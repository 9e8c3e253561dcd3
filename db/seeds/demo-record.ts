import { v7 as uuid } from 'uuid';
import { ENTRY_VERSION, type BodyOf, type EntryType } from '@/lib/inspection/entry';
import { projectBodies } from '@/lib/inspection/entry-bodies';
import { sheetStatement } from '@/lib/inspection/sheet-statement';
import type { Sheet } from '@/lib/inspection/sheet-types';
import { settlePhoto } from '@/db/stores/photo-store';
import { counterOf } from '@/db/stores/entry-store';
import type { Tx } from '@/db/connection';
import { appendEntries } from '@/lib/server/append-entries';
import { confirmSignature } from '@/lib/server/confirm-signature';
import { sha256 } from '@/lib/server/entry-hash';
import { giveRelease } from '@/lib/server/give-release';
import { OpenRecord } from '@/lib/server/open-record';
import type { DemoPerson } from './demo-people';
import { drawPicture, type Picture } from './draw-picture';
import { storePicture } from './store-picture';

const device = (person: DemoPerson): string => person.id.replace('0193a000', '0193b000');

/** Writes the demo's record through the same door as everybody: each entry is admitted, chained, folded, summarised. */
export class DemoRecord {
  private readonly deviceSeq = new Map<string, number>();
  private readonly planRevisions = new Map<string, number>();

  constructor(
    readonly tx: Tx,
    readonly projectId: string,
  ) {}

  planIssued(pourId: string, revision: number): void {
    this.planRevisions.set(pourId, revision);
  }

  /** Records entries of one person in one batch, having fetched everything before. @returns their ids */
  async say<T extends EntryType>(
    person: DemoPerson,
    pourId: string | null,
    entries: { type: T; body: BodyOf<T>; at: number }[],
  ): Promise<string[]> {
    const seenSeq = await counterOf(this.tx, this.projectId);
    const batch = entries.map(({ type, body, at }) => {
      const deviceSeq = (this.deviceSeq.get(person.id) ?? 0) + 1;
      this.deviceSeq.set(person.id, deviceSeq);
      return {
        id: uuid(),
        projectId: this.projectId,
        pourId: type in projectBodies ? null : pourId,
        type,
        v: ENTRY_VERSION,
        body,
        planRevision: pourId ? (this.planRevisions.get(pourId) ?? 0) : 0,
        authorId: person.id,
        deviceId: device(person),
        deviceSeq,
        recordedAt: new Date(at).toISOString(),
        clockOffsetMs: 0,
        seenSeq,
      };
    });
    const last = Math.max(...entries.map((entry) => entry.at));
    const sender = {
      projectId: this.projectId,
      authorId: person.id,
      role: person.role,
      from: 'office',
    } as const;
    const outcomes = await appendEntries(this.tx, sender, batch, new Date(last + 20_000).toISOString());
    const refused = outcomes.find((outcome) => outcome.outcome === 'refused');
    if (refused) throw new Error(`The demo's own entry was refused: ${JSON.stringify(refused)}`);
    return batch.map((entry) => entry.id);
  }

  async sayOne<T extends EntryType>(
    person: DemoPerson,
    pourId: string | null,
    type: T,
    body: BodyOf<T>,
    at: number,
  ): Promise<string> {
    const [id] = await this.say(person, pourId, [{ type, body, at }]);
    if (!id) throw new Error('Nothing was recorded.');
    return id;
  }

  /** A drawn picture, stored and checked as a photograph of the device would be. @returns the photo's id */
  async photo(
    person: DemoPerson,
    pourId: string,
    about: BodyOf<'photo'>['about'],
    picture: Picture & { shot: BodyOf<'photo'>['shot']; caption: string },
    at: number,
  ): Promise<string> {
    const bytes = await drawPicture(picture);
    const kept = await storePicture(bytes);
    const photoId = uuid();
    const takenAt = new Date(at).toISOString();
    await this.sayOne(
      person,
      pourId,
      'photo',
      {
        photoId,
        sha256: kept.sha256,
        bytes: kept.bytes,
        contentType: 'image/jpeg',
        takenAt,
        about,
        shot: picture.shot,
        caption: picture.caption,
      },
      at,
    );
    const stored = {
      photoId,
      key: kept.key,
      sha256: kept.sha256,
      bytes: kept.bytes,
      contentType: 'image/jpeg',
      widthPx: 1200,
      heightPx: 900,
    };
    await this.write(person, pourId, 'photo-stored', stored, at + 60_000);
    await settlePhoto(this.tx, this.projectId, photoId, {
      state: 'stored',
      objectKey: kept.key,
      widthPx: 1200,
      heightPx: 900,
      at: new Date(at + 60_000).toISOString(),
    });
    return photoId;
  }

  /** An entry that only the server writes. */
  private async write<T extends EntryType>(
    person: DemoPerson,
    pourId: string,
    type: T,
    body: BodyOf<T>,
    at: number,
  ): Promise<void> {
    const record = await OpenRecord.open(this.tx, this.projectId, person, new Date(at).toISOString());
    await record.load([pourId]);
    record.write(pourId, type, body);
    await record.close();
  }

  async sheet(person: DemoPerson, pourId: string): Promise<Sheet> {
    const record = await OpenRecord.open(this.tx, this.projectId, person, new Date().toISOString());
    await record.load([pourId]);
    return record.sheet(pourId);
  }

  /** Signs and confirms with the password, as the person would online. */
  async sign(
    person: DemoPerson,
    pourId: string,
    as: 'inspector' | 'superintendent',
    at: number,
  ): Promise<void> {
    const sheet = await this.sheet(person, pourId);
    const words =
      as === 'inspector'
        ? 'I have inspected this pour at the points read and for the items checked, to the plan revision named.'
        : 'The reinforcement of this pour is ready. I ask for its release.';
    const strokes = [[60, 250, 140, 120, 220, 260, 300, 130, 380, 240, 480, 180, 600, 220, 760, 170]];
    const signatureId = await this.sayOne(
      person,
      pourId,
      'signature',
      { as, elementIds: null, words, strokes, sheetDigest: sha256(sheetStatement(sheet)) },
      at,
    );
    await confirmSignature(
      this.tx,
      person,
      { projectId: this.projectId, pourId, signatureId, authorId: person.id },
      new Date(at + 60_000).toISOString(),
    );
  }

  async release(person: DemoPerson, pourId: string, at: number): Promise<void> {
    const given = await giveRelease(
      this.tx,
      person,
      { id: pourId, projectId: this.projectId },
      { elementIds: null, limits: '' },
      '',
      new Date(at).toISOString(),
    );
    if (given instanceof Error)
      throw new Error(`The demo's release was refused: ${JSON.stringify(given.detail)}`);
  }
}
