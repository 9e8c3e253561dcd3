import { createHash } from 'node:crypto';
import { PutObjectCommand, S3Client } from '@aws-sdk/client-s3';
import { environment } from '@/lib/server/environment';

/** Puts a picture where the job that checks photographs would have put it: under the digest of its bytes. */
export async function storePicture(bytes: Buffer): Promise<{ sha256: string; key: string; bytes: number }> {
  const { S3_ENDPOINT, S3_REGION, S3_BUCKET, S3_ACCESS_KEY, S3_SECRET_KEY } = environment();
  const client = new S3Client({
    endpoint: S3_ENDPOINT,
    region: S3_REGION,
    forcePathStyle: true,
    credentials: { accessKeyId: S3_ACCESS_KEY, secretAccessKey: S3_SECRET_KEY },
    requestChecksumCalculation: 'WHEN_REQUIRED',
    responseChecksumValidation: 'WHEN_REQUIRED',
  });
  const sha256 = createHash('sha256').update(bytes).digest('hex');
  const key = `photos/${sha256}`;
  await client.send(
    new PutObjectCommand({ Bucket: S3_BUCKET, Key: key, Body: bytes, ContentType: 'image/jpeg' }),
  );
  client.destroy();
  return { sha256, key, bytes: bytes.length };
}
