import { build } from 'esbuild';
import { createHash } from 'node:crypto';
import { readFileSync, rmSync } from 'node:fs';
import path from 'node:path';
import { injectManifest } from 'workbox-build';
import { root } from './setup/folders.mjs';

const dist = path.join(root, process.env.NEXT_DIST_DIR ?? '.next');
const bundled = path.join(dist, 'service-worker.js');

/** What the shell loads at once and later: its own chunks by name, found in its HTML and in the build's manifests. */
function shellChunks() {
  const html = readFileSync(path.join(dist, 'server/app/field.html'), 'utf8');
  const manifest = readFileSync(
    path.join(dist, 'server/app/field/page_client-reference-manifest.js'),
    'utf8',
  );
  const named = [
    ...`${html}\n${manifest}`.matchAll(/static\/(?:chunks|css|media)\/[\w.~/%@[\]()-]+?\.(?:js|css|woff2)/g),
  ].map(([name]) => decodeURIComponent(name));
  // A chunk may name others that it loads when used.
  const found = new Set(named);
  for (const name of found) {
    if (!name.endsWith('.js')) continue;
    try {
      const text = readFileSync(path.join(dist, name), 'utf8');
      for (const [other] of text.matchAll(/static\/(?:chunks|css|media)\/[\w.~-]+?\.(?:js|css|woff2)/g))
        found.add(other);
    } catch {
      found.delete(name);
    }
  }
  return [...found];
}

await build({
  entryPoints: [path.join(root, 'service-worker/service-worker.ts')],
  outfile: bundled,
  bundle: true,
  minify: true,
  format: 'iife',
  target: 'es2022',
  define: { 'process.env.NODE_ENV': '"production"' },
});
const digest = (file) => createHash('sha256').update(readFileSync(file)).digest('hex').slice(0, 20);
const { count, size, warnings } = await injectManifest({
  swSrc: bundled,
  swDest: path.join(root, 'public/sw.js'),
  globDirectory: dist,
  globPatterns: shellChunks(),
  globIgnores: [],
  dontCacheBustURLsMatching: /^static\//,
  maximumFileSizeToCacheInBytes: 5_000_000,
  modifyURLPrefix: { 'static/': '/_next/static/' },
  manifestTransforms: [
    (entries) => ({
      manifest: entries.map((entry) =>
        entry.url.startsWith('/_next/static/') ? { ...entry, revision: null } : entry,
      ),
      warnings: [],
    }),
  ],
  additionalManifestEntries: [
    { url: '/field', revision: digest(path.join(dist, 'server/app/field.html')) },
    {
      url: '/manifest.webmanifest',
      revision: digest(path.join(dist, 'server/app/manifest.webmanifest.body')),
    },
    {
      url: '/vendor/browser-image-compression.js',
      revision: digest(path.join(root, 'public/vendor/browser-image-compression.js')),
    },
    ...['barlow', 'barlow-semi-condensed', 'ibm-plex-mono'].flatMap((family) => fontsOf(family)),
  ],
});
rmSync(bundled, { force: true });
for (const warning of warnings) console.warn(warning);
console.log(`Service worker: ${count} files kept offline, ${Math.round(size / 1024)} kB.`);

/** The fonts that the style sheet names, of one family. */
function fontsOf(family) {
  const css = readFileSync(path.join(root, 'app/globals.css'), 'utf8');
  const urls = [...new Set([...css.matchAll(/\/fonts\/[\w.-]+\.woff2/g)].map(([url]) => url))];
  return urls
    .filter(
      (url) =>
        url.replace('/fonts/', '').startsWith(family) &&
        (family !== 'barlow' || !url.includes('semi-condensed')),
    )
    .map((url) => ({ url, revision: digest(path.join(root, 'public', url)) }));
}
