import { copyFileSync, mkdirSync } from 'node:fs';
import { createRequire } from 'node:module';
import path from 'node:path';
import { root } from './setup/folders.mjs';

/** The compressor's worker loads its library by address: from our own origin, never from a public network. */
const library = createRequire(import.meta.url).resolve(
  'browser-image-compression/dist/browser-image-compression.js',
);
mkdirSync(path.join(root, 'public', 'vendor'), { recursive: true });
copyFileSync(library, path.join(root, 'public', 'vendor', 'browser-image-compression.js'));
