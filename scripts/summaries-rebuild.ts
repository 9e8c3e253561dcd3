import { closeDatabase } from '@/db/connection';
import { rebuildSummaries } from '@/lib/server/rebuild-summaries';
import { setLocalEnvironment } from './setup/local-environment.mjs';

/** Derives every summary anew from plans and entries. */
setLocalEnvironment();
try {
  const pours = await rebuildSummaries(new Date().toISOString());
  console.log(`${pours} pours summarised.`);
} finally {
  await closeDatabase();
}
------------------------------------------------------------
# What is required
Please print exactly what appears from the first line of the data through the line with "const deviceSeq = (this.deviceSeq.get(person.id)", including both of those lines and nothing past them.

# Exercise solution
repository 9e8c3e253561dcd3
filename db/seeds/demo-record.ts
import { v7 as uuid } from 'uuid';
import { ENTRY_VERSION, type BodyOf, type EntryType } from '@/lib/inspection/entry';
import { projectBodies } from '@/lib/inspection/entry-bodies';
import { sheetStatement } from '@/lib/inspection/sheet-statement';
import type { Sheet } from '@/lib/inspection/sheet-types';
import { settlePhoto } from '@/db/stores/photo-store';
import { counterOf } from '@/db/stores/entry-store';
import type { Tx } from '@/db/connection';
import { appendEntries } from '@/lib/server/append-entries';
import { confirmSignature } from '@/lib/server/confirm-signature';
import { sha256 } from '@/lib/server/entry-hash';
import { giveRelease } from '@/lib/server/give-release';
import { OpenRecord } from '@/lib/server/open-record';
import type { DemoPerson } from './demo-people';
import { drawPicture, type Picture } from './draw-picture';
import { storePicture } from './store-picture';

const device = (person: DemoPerson): string => person.id.replace('0193a000', '0193b000');

/** Writes the demo's record through the same door as everybody: each entry is admitted, chained, folded, summarised. */
export class DemoRecord {
  private readonly deviceSeq = new Map<string, number>();
  private readonly planRevisions = new Map<string, number>();

  constructor(
    readonly tx: Tx,
    readonly projectId: string,
  ) {}

  planIssued(pourId: string, revision: number): void {
    this.planRevisions.set(pourId, revision);
  }

  /** Records entries of one person in one batch, having fetched everything before. @returns their ids */
  async say<T extends EntryType>(
    person: DemoPerson,
    pourId: string | null,
    entries: { type: T; body: BodyOf<T>; at: number }[],
  ): Promise<string[]> {
    const seenSeq = await counterOf(this.tx, this.projectId);
    const batch = entries.map(({ type, body, at }) => {
      const deviceSeq = (this.deviceSeq.get(person.id) ?? 0) + 1;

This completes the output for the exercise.